Segment Start: INPUT DATA

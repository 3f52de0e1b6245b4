"""The named places of a line: its faces, edge centres and axes, its own frame and its centre of mass.

Names come from where a place lies in the part's own frame ("face +z", "rim +z", "edge +x +y"), so that they stay when
dimensions change. Of several with one name the outermost has it, and the next ones have a number behind it.
"""

from __future__ import annotations

import math
import re
from collections import Counter
from dataclasses import dataclass, field, replace
from functools import cached_property
from typing import TYPE_CHECKING, Final, Literal, TypeAlias
from weakref import WeakKeyDictionary

import numpy as np

from core.arrays import FloatArray, IntArray, frozen
from core.assembly.bodies import KnownAxial, KnownTensor, MeshBody, ShapeBody
from core.assembly.cuts import Cut
from core.assembly.nodes import Node, Part
from core.assembly.seats.regions import SAME_WAY, Border, Region, Regions, across_of, regions_of
from core.facets import Facets
from core.mesh.weld import weld_exactly
from core.placement import Placement

if TYPE_CHECKING:
    from collections.abc import Mapping, Sequence

    from core.assembly.fields import AnyLine
    from core.mesh import MeshAsset

DatumKind: TypeAlias = Literal["face", "rim", "edge", "axis", "point"]

CENTRE_OF_MASS: Final = "centre of mass"
ORIGIN: Final = "origin"
# Of the size of a body: places nearer than this to one another are one.
_SAME_PLACE: Final = 1e-6
# Places are put in order by so many digits of where they lie, so that round-off puts none before another.
_RANK_DIGITS: Final = 6
_IN_COPY: Final = re.compile(r"copy ([1-9][0-9]{0,5}): (.+)")


@dataclass(frozen=True, eq=False)
class Datum:
    """A named place of a body: a point with a direction.

    Attributes:
        name: its identity in the part, as shown.
        kind: a face, a rim (the centre of a circular edge), an edge (the middle of a straight one), an axis, or a
            mere point.
        point: (3,) m.
        direction: (3,) unit; out of a face and of the face that a rim is on, along an axis or a straight edge.
        edges: (k, 2, 3) m, what to light up; none where there is nothing to see.
        facets: (f,) of `DatumSet.facets` that it lies in; none but for faces and axes of round surfaces.
    """

    name: str
    kind: DatumKind
    point: FloatArray
    direction: FloatArray
    edges: FloatArray = field(default_factory=lambda: frozen(np.zeros((0, 2, 3))))
    facets: IntArray = field(default_factory=lambda: np.zeros(0, dtype=np.int64))

    @property
    def is_outward(self) -> bool:
        """Whether its direction points out of the material, so that two of them are set against each other."""
        return self.kind in {"face", "rim"}

    @cached_property
    def frame(self) -> Placement:
        """The placement tf_part_datum: u, v and the direction as axes, the point as origin."""
        return Placement(np.stack([*across_of(self.direction), self.direction], axis=1), self.point)

    def placed(self, tf_outer_part: Placement) -> Datum:
        """Return the same place in an outer frame."""
        return replace(
            self, point=tf_outer_part.apply(self.point), direction=tf_outer_part.turn_only(self.direction),
            edges=tf_outer_part.apply(self.edges),
        )


@dataclass(frozen=True, eq=False)
class DatumSet:
    """The places that a body's surface has, with the facets they were found in; part frame, m."""

    facets: Facets
    datums: tuple[Datum, ...]

    @cached_property
    def named(self) -> Mapping[str, Datum]:
        """The places by name."""
        return {datum.name: datum for datum in self.datums}


FRAME: Final[tuple[Datum, ...]] = (
    *(Datum(f"axis {'xyz'[at]}", "axis", frozen(np.zeros(3)), frozen(np.eye(3)[at])) for at in (2, 0, 1)),
    Datum(ORIGIN, "point", frozen(np.zeros(3)), frozen([0.0, 0.0, 1.0])),
)

# Triangles of a mesh whose places are found in less than a tenth of a second.
FOUND_AT_ONCE: Final = 15_000
# What was found in a body's surface, for as long as an equal body is there; of a mesh in the file's own unit.
_shapes: WeakKeyDictionary[ShapeBody, DatumSet] = WeakKeyDictionary()
_meshes: WeakKeyDictionary[MeshAsset, DatumSet] = WeakKeyDictionary()


def datums_of(line: AnyLine) -> tuple[Datum, ...]:
    """Return the named places of a part or group in its own frame, or of a cut's first copy in its part's frame.

    The faces of a cut are those of the part that it leaves: they point into the hole.
    """
    if isinstance(line, Cut):
        return tuple(_in_part(line, datum, 0) for datum in _of_shape(line))
    if not isinstance(line, Part):
        return FRAME
    found = () if isinstance(line.body, KnownTensor | KnownAxial) else surface_datums(line.body).datums
    return (*found, *_frame_beside(found), *_centre_of_mass(line))


def datum_named(line: AnyLine, name: str) -> Datum | None:
    """Return the place of a line that has this name; None where there is none.

    Of a cut the places of the other copies have names as well: "copy 3: rim +z".
    """
    if isinstance(line, Part) and isinstance(line.body, ShapeBody | MeshBody):
        found = surface_datums(line.body).named.get(name)
        if found is not None:
            return found
    if isinstance(line, Cut):
        number, inner = _of_copy(name)
        datum = next((each for each in _of_shape(line) if each.name == inner), None)
        return None if datum is None or number > line.copies.count else _in_part(line, datum, number - 1)
    return next((datum for datum in datums_of(line) if datum.name == name), None)


def name_in_copy(name: str, index: int) -> str:
    """Return the name of a place of a cut in one of its copies, counted from 0."""
    return f"copy {index + 1}: {name}" if index else name


def _of_copy(name: str) -> tuple[int, str]:
    found = _IN_COPY.fullmatch(name)
    return (1, name) if found is None else (int(found[1]), found[2])


def _of_shape(cut: Cut) -> tuple[Datum, ...]:
    found = surface_datums(ShapeBody(cut.shape)).datums
    return (*found, *_frame_beside(found))


def _in_part(cut: Cut, datum: Datum, index: int) -> Datum:
    """Return a place of a cut's shape in the part's frame, of one of its copies; faces point into the hole."""
    shown = replace(datum, direction=-datum.direction) if datum.is_outward else datum
    placed = shown.placed(Placement(cut.standing.turn[index], cut.standing.shift[index]))
    return replace(placed, name=name_in_copy(datum.name, index))


def _frame_beside(found: Sequence[Datum]) -> tuple[Datum, ...]:
    """Return the origin and axes of the frame that are not among the axes found in the surface already."""
    names = {datum.name for datum in found}
    return tuple(datum for datum in FRAME if datum.name not in names)


def surface_datums(body: ShapeBody | MeshBody) -> DatumSet:
    """Return the places in a body's surface before its cuts; of a large mesh in the lighter one that is drawn.

    About 0.4 s of processor time of a mesh of 150,000 facets when first asked; then it is kept.
    """
    if isinstance(body, ShapeBody):
        if body not in _shapes:
            facets = Facets(*weld_exactly(np.ascontiguousarray(body.surface.triangles)))
            _shapes[body] = _found_in(facets) if body.shape.measure != "pieces" else DatumSet(facets, ())
        return _shapes[body]
    if body.asset not in _meshes:
        _meshes[body.asset] = _found_in(body.asset.facets_for_view())
    return _enlarged(_meshes[body.asset], body.metres_per_unit)


def finding_takes_long(node: Node) -> bool:
    """Return whether somebody who asks for the places of a line has to wait: of a large mesh, for the first time."""
    if not isinstance(node, Part) or not isinstance(node.body, MeshBody):
        return False
    return node.body.asset not in _meshes and node.body.asset.survey.triangles > FOUND_AT_ONCE


def find_places(node: Node) -> None:
    """Find the places of a line, and keep them; a worker may do so ahead of time."""
    datums_of(node)


def _found_in(facets: Facets) -> DatumSet:
    return DatumSet(facets, _named(regions_of(facets)))


def _enlarged(found: DatumSet, metres_per_unit: float) -> DatumSet:
    datums = tuple(
        replace(datum, point=datum.point * metres_per_unit, edges=datum.edges * metres_per_unit)
        for datum in found.datums
    )
    return DatumSet(Facets(found.facets.points * metres_per_unit, found.facets.corners), datums)


def _centre_of_mass(part: Part) -> tuple[Datum, ...]:
    moments = part.single or part.solid
    if moments is None:
        return ()
    return (Datum(CENTRE_OF_MASS, "point", frozen(moments.centre), frozen([0.0, 0.0, 1.0])),)


# Names: found places by words, those with the same words told apart by where they lie.


@dataclass(frozen=True, eq=False)
class _Place:
    words: str
    datum: Datum


def _named(found: Regions) -> tuple[Datum, ...]:
    """Return regions and borders as datums: faces, circular edges, straight edges, axes."""
    faces = [
        _Place(_words("face", region.direction), _datum("face", region))
        for region in found.regions if region.is_plane
    ]
    rounds = [_round_axis(region, found.size) for region in found.regions if not region.is_plane]
    rims = [
        _Place(_words("rim", border.direction), _datum("rim", border))
        for border in found.borders if not border.is_straight
    ]
    straight = [
        _Place(_edge_words(*(found.regions[at].direction for at in border.regions)), _datum("edge", border))
        for border in found.borders if border.is_straight
    ]
    several = (faces, _merged(rims, found.size), straight, _merged(rounds, found.size))
    return tuple(datum for places in several for datum in _numbered(places, found.size))


def _datum(kind: DatumKind, found: Region | Border) -> Datum:
    datum = Datum("", kind, found.point, found.direction, found.edges)
    return replace(datum, facets=found.facets) if isinstance(found, Region) else datum


def _round_axis(region: Region, size: float) -> _Place:
    """Return the axis of a round; where that is an axis of the frame, it is this one."""
    datum = _datum("axis", region)
    for axis in FRAME[:3]:
        off = np.linalg.norm(np.cross(region.point, axis.direction))
        if off <= _SAME_PLACE * size and abs(axis.direction @ region.direction) == 1:
            return _Place(axis.name, replace(datum, point=axis.point, direction=axis.direction))
    return _Place(_words("round axis", np.abs(region.direction)).replace("+", ""), datum)


def _merged(places: list[_Place], size: float) -> list[_Place]:
    """Return places with those made one that lie on the same spot: the rims of a tube's bore and of its outside.

    Of axes the same line is enough; the place of the largest counts.
    """
    kept: list[_Place] = []
    for place in places:
        for at, other in enumerate(kept):
            if place.words == other.words and _is_same(place.datum, other.datum, size):
                both = replace(
                    other.datum, edges=frozen(np.concatenate([other.datum.edges, place.datum.edges])),
                    facets=np.concatenate([other.datum.facets, place.datum.facets]),
                )
                kept[at] = _Place(other.words, both)
                break
        else:
            kept.append(place)
    return kept


def _is_same(one: Datum, other: Datum, size: float) -> bool:
    apart = one.point - other.point
    if one.kind == "axis":
        apart = np.cross(apart, other.direction)
    return bool(np.linalg.norm(apart) <= _SAME_PLACE * size and abs(one.direction @ other.direction) > 1 - SAME_WAY)


def _numbered(places: list[_Place], size: float) -> list[Datum]:
    """Return the places in their order, each with a name of its own: the outermost of several has the plain words."""
    inside_out = sorted(range(len(places)), key=lambda at: _rank(places[at].datum, size))
    taken: Counter[str] = Counter()
    names: dict[int, str] = {}
    for at in inside_out:
        words = places[at].words
        taken[words] += 1
        names[at] = words if taken[words] == 1 else f"{words} ({taken[words]})"
    return [replace(place.datum, name=names[at]) for at, place in enumerate(places)]


def _rank(datum: Datum, size: float) -> tuple[float, ...]:
    """Return what puts places with the same words in order.

    Those along an axis of the frame: how far out they lie, then at which angle about it, then how far off. Slanted
    ones: at which angle about z they lie, then how high.
    """
    if not _signed(datum.direction):
        x, y, z = datum.point / size
        return (_turns(x, y), *(round(float(each), _RANK_DIGITS) for each in (z, math.hypot(x, y), *datum.direction)))
    x, y = across_of(datum.direction) @ datum.point / size
    height = float(datum.direction @ datum.point) / size
    return (-round(height, _RANK_DIGITS), _turns(x, y), round(math.hypot(x, y), _RANK_DIGITS))


def _turns(x: float, y: float) -> float:
    """Return the angle of (x, y) in turns, from 0 to 1; 0 in the middle."""
    if math.hypot(x, y) < _SAME_PLACE:
        return 0.0
    return round(math.atan2(y, x) / (2 * math.pi), _RANK_DIGITS) % 1


def _words(noun: str, direction: FloatArray) -> str:
    signed = _signed(direction)
    return f"{noun} {signed}" if signed else f"slanted {noun}"


def _edge_words(one: FloatArray, other: FloatArray) -> str:
    sides = [_signed(one), _signed(other)]
    return f"edge {' '.join(sorted(sides, key=_by_letter))}" if all(sides) else "slanted edge"


def _by_letter(signed: str) -> str:
    return signed[-1]


def _signed(direction: FloatArray) -> str:
    """Return a direction along an axis of the frame as a person writes it ("+z"), "" where it is slanted."""
    at = int(np.abs(direction).argmax())
    return f"{'+' if direction[at] > 0 else '−'}{'xyz'[at]}" if abs(direction[at]) == 1 else ""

Segment End: INPUT DATA

▶ **EXERCISE REQUIREMENTS**
Count lines, not occurrences: report how many lines in the entries above include the word "MeshBody", as a number alone.

▶ **RESPONSE**
4